Today, we visited a wonderful new place. It is called New Life Home. It is a home for abandoned babies. While most of them are HIV positive, they do accept HIV negative babies also. The coolest thing is that when they receive them they put them on a nutritional/medical diet and around 90% of the HIV positive babies turn out to be negative! It is just a wondeful place where these babies can receive the love and care that every newborn needs. It is also Christ centered, so these babies are learning that Jesus loves them! They keep all the babies together, no matter if they are positive or negative, and volunteers do not know their status as well. So as I got there, one of them latched on to me. He was quite the character. They were all so full of joy and wonderful fussy babies. We played outside with them for quite a while and then we went in and got to feed them. That was quite an experience. The little boy I fed apparently just loves to eat. So when we was through with his food and juice, he just screamed bloody murder. Then after they gave him more juice, as soon as he finished the last drop, there came the screaming again. It was actually quite amusing. Then after changing time, I was handed a full little baby girl. Well maybe a little too full because she decided to vomit all over my legs. It really didn't bother me because it definately wasn't the first time it has happened to me. I just laughed it off. It is amazing the full time dedication the staff and nurses at the place have. They give so much so these babies receive the nurture they need at an early age. We are hoping to go back one more time before we leave.

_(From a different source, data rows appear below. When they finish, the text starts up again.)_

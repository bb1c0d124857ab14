import type { Role } from '@/schemas/common';

/**
 * Who may call each API route: the one declared table the server enforces.
 * 'public' needs no session; 'signed-in' needs any active account; a role list names the roles allowed.
 * Every route the server registers must have a row here (route() refuses a key that is missing),
 * and tests walk the whole table for every role.
 */
export type Access = 'public' | 'signed-in' | readonly Role[];

const LAB: readonly Role[] = ['technologist', 'director'];
const DIRECTOR: readonly Role[] = ['director'];
const ADMIN: readonly Role[] = ['admin'];

export const permissions = {
  'GET /api/health': 'public',
  'POST /api/auth/login': 'public',
  'POST /api/auth/logout': 'signed-in',
  'GET /api/auth/me': 'signed-in',
  'GET /api/lab-profile': 'signed-in',
  'PUT /api/lab-profile': ADMIN,
  'GET /api/users': ADMIN,
  'POST /api/users': ADMIN,
  'PATCH /api/users/:id': ADMIN,
  'POST /api/users/:id/password': ADMIN,
  'GET /api/clinicians': LAB,
  'GET /api/audit': [...ADMIN, ...DIRECTOR],
  'GET /api/assay-definitions': LAB,
  'GET /api/assay-definitions/:code/versions': LAB,
  'POST /api/assay-definitions/:code/versions': DIRECTOR,
  'POST /api/calculations/activity': LAB,
} as const satisfies Record<string, Access>;

export type RouteKey = keyof typeof permissions;

export function allows(access: Access, role: Role | undefined): boolean {
  if (access === 'public') return true;
  if (!role) return false;
  if (access === 'signed-in') return true;
  return access.includes(role);
}
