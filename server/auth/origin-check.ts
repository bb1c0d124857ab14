import type { RequestHandler } from 'express';
import { AppError } from '../lib/errors';

const SAFE = new Set(['GET', 'HEAD', 'OPTIONS']);

function originOf(value: string | undefined): string | undefined {
  if (!value) return undefined;
  try {
    return new URL(value).origin;
  } catch {
    return undefined;
  }
}

/**
 * CSRF defence: a state-changing request must come from one of the app's own origins, read from the Origin
 * header or, failing that, the Referer. A request carrying neither is refused too. The allowed origins are
 * serialised the way a browser serialises its own (RFC 6454 §6.2: host in lower case, no default port, no path),
 * so an APP_ORIGIN written as `https://Lab.Example/` or `https://lab.example:443` still matches.
 */
export function requireSameOrigin(allowed: string[]): RequestHandler {
  const ok = new Set(allowed.flatMap((o) => originOf(o) ?? []));
  return (req, _res, next) => {
    if (SAFE.has(req.method)) return next();
    const origin = originOf(req.get('origin')) ?? originOf(req.get('referer'));
    if (origin && ok.has(origin)) return next();
    next(
      new AppError(
        'ORIGIN_REFUSED',
        origin ? `Requests from ${origin} are not accepted` : 'The request does not say which site it came from',
      ),
    );
  };
}
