import path from 'node:path';
import { z } from 'zod';

const envSchema = z.object({
  NODE_ENV: z.enum(['development', 'test', 'production']).default('development'),
  PORT: z.coerce.number().int().min(1).max(65535).default(3000),
  DATABASE_PATH: z.string().min(1).default(path.join('data', 'cristae.sqlite')),
  APP_ORIGIN: z.string().optional(),
  DEMO_PASSWORD: z.string().min(8).default('cristae-demo'),
  SESSION_SECRET: z.string().min(16).optional(),
  SMTP_HOST: z.string().optional(),
  SMTP_PORT: z.coerce.number().int().optional(),
  SMTP_USER: z.string().optional(),
  SMTP_PASS: z.string().optional(),
  MAIL_FROM: z.string().default('Cristae <no-reply@cristae.invalid>'),
  LOCAL_SMTP_PORT: z.coerce.number().int().min(0).max(65535).default(2525),
  FILES_PATH: z.string().optional(),
});

export type AppConfig = {
  env: 'development' | 'test' | 'production';
  port: number;
  databasePath: string;
  filesPath: string;
  /** Origins allowed to make state-changing requests (the CSRF defence compares against these). */
  allowedOrigins: string[];
  /** The origin used in links inside e-mails. */
  publicOrigin: string;
  demoPassword: string;
  sessionSecret: string;
  mail: {
    from: string;
    smtp: { host: string; port: number; user?: string; pass?: string } | null;
    localSmtpPort: number;
  };
};

/** Reads the environment once and fails at start-up with the offending variable named. */
export function loadConfig(env: NodeJS.ProcessEnv = process.env): AppConfig {
  const parsed = envSchema.safeParse(env);
  if (!parsed.success) {
    const lines = parsed.error.issues.map((i) => `${i.path.join('.')}: ${i.message}`);
    throw new Error(`Invalid environment: ${lines.join('; ')}`);
  }
  const e = parsed.data;
  const defaults = [`http://localhost:${e.PORT}`, `http://127.0.0.1:${e.PORT}`];
  const extra = (e.APP_ORIGIN ?? '')
    .split(',')
    .map((s) => s.trim().replace(/\/$/, ''))
    .filter(Boolean);
  const allowedOrigins = [...new Set([...defaults, ...extra])];
  return {
    env: e.NODE_ENV,
    port: e.PORT,
    databasePath: e.DATABASE_PATH,
    filesPath: e.FILES_PATH ?? path.join(path.dirname(e.DATABASE_PATH), 'files'),
    allowedOrigins,
    publicOrigin: extra[0] ?? defaults[0]!,
    demoPassword: e.DEMO_PASSWORD,
    sessionSecret: e.SESSION_SECRET ?? 'cristae-local-session-secret-change-me',
    mail: {
      from: e.MAIL_FROM,
      smtp: e.SMTP_HOST
        ? { host: e.SMTP_HOST, port: e.SMTP_PORT ?? 587, user: e.SMTP_USER, pass: e.SMTP_PASS }
        : null,
      localSmtpPort: e.LOCAL_SMTP_PORT,
    },
  };
}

On Sunday, we ate lunch at Tony's house. He runs the center that we are working at. It was such a good conversation. He has such a vision and love for the BCC and the surrounding village and slum. It was also eye opening to talk to someone educated like himself about America and what the Africans believe. Africans are such trusting people. If you tell them something, almost 100% of the time they will believe it. Unfortunately, people have come to Africa, and even the governments of Africa, and take advantage of that and lead these people into lies. Tony began to tells us about this man who came and told them about a seminar he could do for a good price. It was about investing in the U.S. stock market. He claimed that money does grow on tree because American dollars grow on trees. It was obvious that this was a huge gimic to rip Tony off, but Tony didn't see that. That is only one example of many.

Also, Joel took us to the place today where you can view Kibera, the largest slum in the world. It was breath-taking, and not in an exactly good way. I took pictures, but they don't do justice to seeing it in person. It is just rows and rows and rows and rows of metal and scraps and dirt (in the air, you can't see the ground), and trash. Here is the shocker that not many people realize. People pay rent to live in the slums. It is like the suburbs of Africa. It is really hard to wrap your mind around.

well, I feel like I have so much more to tell but that will be all for now. I am probably missing you if you are reading this, so much much love from Nairobi!

peace and love.

Saturday, June 16, 2007

haaaasavenyaaaa

haha the title of the post is supposed to be the beginning of the lion king theme song. I could not help but play that in my head while I was on the safari. The safari was so much fun and such a good break. Africa is so beautiful! It is a mixture of green and brown, mountains and flatlands, trees and bush. You can look way across the land and spot a tree miles and miles away and it looks like it is so close to you. When I got to the safari, I was like this is the Africa I fell in love with. We had the coolest jeeps that had 4-wheel drive, which is a must if you want to do some of the major off roading. While on the safaris, our driver would all of a sudden take off so fast and we would get so excited because we knew we were going to see something good. All the drivers had radios and call each other when they spot something.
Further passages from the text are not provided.